Task to complete: Only lines with the string "tests" are wanted. Pull them out of the data.

Records for this exercise:
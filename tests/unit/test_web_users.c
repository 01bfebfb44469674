/* The page's logins and its listen address: yescrypt hashes from libcrypt
 * that check the right password and refuse a wrong one, a users file that
 * round-trips and whose bad lines are refused with file:line, names and
 * roles validated; [web] listen split and classified loopback or not. */
#include <setjmp.h>
#include <stdarg.h>
#include <stddef.h>
#include <stdint.h>
#include <cmocka.h>

#include <stdio.h>
#include <stdlib.h>
#include <string.h>
#include <sys/stat.h>
#include <unistd.h>

#include "hs_conf_web.h"
#include "hs_web_users.h"

static void temp_path(char *buf, size_t len, const char *name)
{
    snprintf(buf, len, "%s/hs-web-users-%ld-%s", getenv("TMPDIR") ? getenv("TMPDIR") : "/tmp",
             (long)getpid(), name);
}

static void hash_checks_password(void **s)
{
    (void)s;
    hs_users u = {0};
    char msg[200];
    assert_int_equal(hs_users_set(&u, "mara", HS_USER_OPERATOR, "salt-and-brine", msg, sizeof msg), 0);
    assert_int_equal(hs_users_set(&u, "ben", HS_USER_VIEWER, "salt-and-brine", msg, sizeof msg), 0);
    /* yescrypt ($y$), salted: the same password hashes differently per user */
    assert_memory_equal(u.users[0].hash, "$y$", 3);
    assert_string_not_equal(u.users[0].hash, u.users[1].hash);
    assert_null(strstr(u.users[0].hash, "salt-and-brine"));
    const hs_user *who = hs_users_check(&u, "mara", "salt-and-brine");
    assert_non_null(who);
    assert_string_equal(who->name, "mara");
    assert_int_equal(who->role, HS_USER_OPERATOR);
    assert_null(hs_users_check(&u, "mara", "salt-and-brinE"));
    assert_null(hs_users_check(&u, "mara", ""));
    assert_null(hs_users_check(&u, "nobody", "salt-and-brine"));
    /* replacing a user changes role and password */
    assert_int_equal(hs_users_set(&u, "mara", HS_USER_VIEWER, "another-secret", msg, sizeof msg), 0);
    assert_int_equal(u.n, 2);
    assert_null(hs_users_check(&u, "mara", "salt-and-brine"));
    assert_int_equal(hs_users_check(&u, "mara", "another-secret")->role, HS_USER_VIEWER);
    hs_users_free(&u);
}

static void names_and_passwords_validated(void **s)
{
    (void)s;
    hs_users u = {0};
    char msg[200];
    assert_int_equal(hs_users_set(&u, "b n", HS_USER_VIEWER, "long-enough", msg, sizeof msg), -1);
    assert_non_null(strstr(msg, "user name"));
    assert_int_equal(hs_users_set(&u, "", HS_USER_VIEWER, "long-enough", msg, sizeof msg), -1);
    assert_int_equal(hs_users_set(&u, "abcdefghijklmnopqrstuvwxyz0123456", HS_USER_VIEWER,
                                  "long-enough", msg, sizeof msg), -1); /* 33 characters */
    assert_int_equal(hs_users_set(&u, "ok.name_1-x", HS_USER_VIEWER, "short", msg, sizeof msg), -1);
    assert_non_null(strstr(msg, "at least 8"));
    assert_int_equal(u.n, 0);
    assert_int_equal(hs_user_role_from_name("operator"), HS_USER_OPERATOR);
    assert_int_equal(hs_user_role_from_name("viewer"), HS_USER_VIEWER);
    assert_int_equal(hs_user_role_from_name("admin"), -1);
    assert_int_equal(hs_users_remove(&u, "ghost", msg, sizeof msg), -1);
}

static void file_round_trip(void **s)
{
    (void)s;
    char path[300], msg[600];
    temp_path(path, sizeof path, "rt");
    hs_users u = {0}, back = {0};
    assert_int_equal(hs_users_set(&u, "mara", HS_USER_OPERATOR, "salt-and-brine", msg, sizeof msg), 0);
    assert_int_equal(hs_users_set(&u, "ben", HS_USER_VIEWER, "dike-walker", msg, sizeof msg), 0);
    assert_int_equal(hs_users_save(path, &u, msg, sizeof msg), 0);
    struct stat sb;
    assert_int_equal(stat(path, &sb), 0);
    assert_int_equal(sb.st_mode & 0007, 0); /* never readable by others */
    assert_int_equal(hs_users_load(path, 0, &back, msg, sizeof msg), 0);
    assert_int_equal(back.n, 2);
    assert_non_null(hs_users_check(&back, "ben", "dike-walker"));
    assert_int_equal(hs_users_remove(&back, "mara", msg, sizeof msg), 0);
    assert_int_equal(back.n, 1);
    assert_string_equal(back.users[0].name, "ben");
    hs_users_free(&u);
    hs_users_free(&back);
    unlink(path);
    /* missing: an empty list only when allowed */
    assert_int_equal(hs_users_load(path, 1, &back, msg, sizeof msg), 0);
    assert_int_equal(back.n, 0);
    assert_int_equal(hs_users_load(path, 0, &back, msg, sizeof msg), -1);
    assert_non_null(strstr(msg, path));
}

static void bad_lines_refused(void **s)
{
    (void)s;
    static const char *const bad[] = {
        "mara operator\n",                       /* no hash */
        "mara boss $y$j9T$abc$def\n",            /* unknown role */
        "mara operator plaintext\n",             /* not a crypt hash */
        "ma ra operator $y$j9T$abc$def\n",       /* four fields */
        "mara operator $y$a$b\nmara viewer $y$c$d\n", /* twice */
    };
    char path[300], msg[600];
    temp_path(path, sizeof path, "bad");
    for (size_t i = 0; i < sizeof bad / sizeof bad[0]; i++) {
        FILE *f = fopen(path, "w");
        assert_non_null(f);
        fprintf(f, "# logins\n%s", bad[i]);
        fclose(f);
        hs_users u = {0};
        assert_int_equal(hs_users_load(path, 0, &u, msg, sizeof msg), -1);
        char where[320];
        snprintf(where, sizeof where, "%s:%d:", path, i == 4 ? 3 : 2);
        if (strstr(msg, where) == NULL)
            fail_msg("case %zu: '%s' does not name %s", i, msg, where);
        assert_int_equal(u.n, 0);
    }
    unlink(path);
}

static void listen_addresses(void **s)
{
    (void)s;
    char addr[64], msg[200];
    unsigned port = 0;
    bool lo = false;
    assert_int_equal(hs_web_listen_parse("127.0.0.1:8480", addr, sizeof addr, &port, &lo, msg, sizeof msg), 0);
    assert_string_equal(addr, "127.0.0.1");
    assert_int_equal(port, 8480);
    assert_true(lo);
    assert_int_equal(hs_web_listen_parse("127.9.8.7:1", addr, sizeof addr, &port, &lo, msg, sizeof msg), 0);
    assert_true(lo); /* all of 127.0.0.0/8 */
    assert_int_equal(hs_web_listen_parse("[::1]:65535", addr, sizeof addr, &port, &lo, msg, sizeof msg), 0);
    assert_string_equal(addr, "::1");
    assert_int_equal(port, 65535);
    assert_true(lo);
    assert_int_equal(hs_web_listen_parse("0.0.0.0:80", addr, sizeof addr, &port, &lo, msg, sizeof msg), 0);
    assert_false(lo);
    assert_int_equal(hs_web_listen_parse("[fd00::5]:8480", addr, sizeof addr, &port, &lo, msg, sizeof msg), 0);
    assert_false(lo);
    static const char *const bad[] = {"127.0.0.1", "127.0.0.1:0", "127.0.0.1:65536", "127.0.0.1:80x",
                                      "localhost:80", "[::1]8480", ":8480", "127.0.0.1:-5", "[::1:80"};
    for (size_t i = 0; i < sizeof bad / sizeof bad[0]; i++)
        if (hs_web_listen_parse(bad[i], addr, sizeof addr, &port, &lo, msg, sizeof msg) != -1)
            fail_msg("'%s' was taken", bad[i]);
}

int main(void)
{
    const struct CMUnitTest tests[] = {
        cmocka_unit_test(hash_checks_password),
        cmocka_unit_test(names_and_passwords_validated),
        cmocka_unit_test(file_round_trip),
        cmocka_unit_test(bad_lines_refused),
        cmocka_unit_test(listen_addresses),
    };
    return cmocka_run_group_tests(tests, NULL, NULL);
}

Exercise solution:
filename tests/unit/test_web_users.c
    const struct CMUnitTest tests[] = {
    return cmocka_run_group_tests(tests, NULL, NULL);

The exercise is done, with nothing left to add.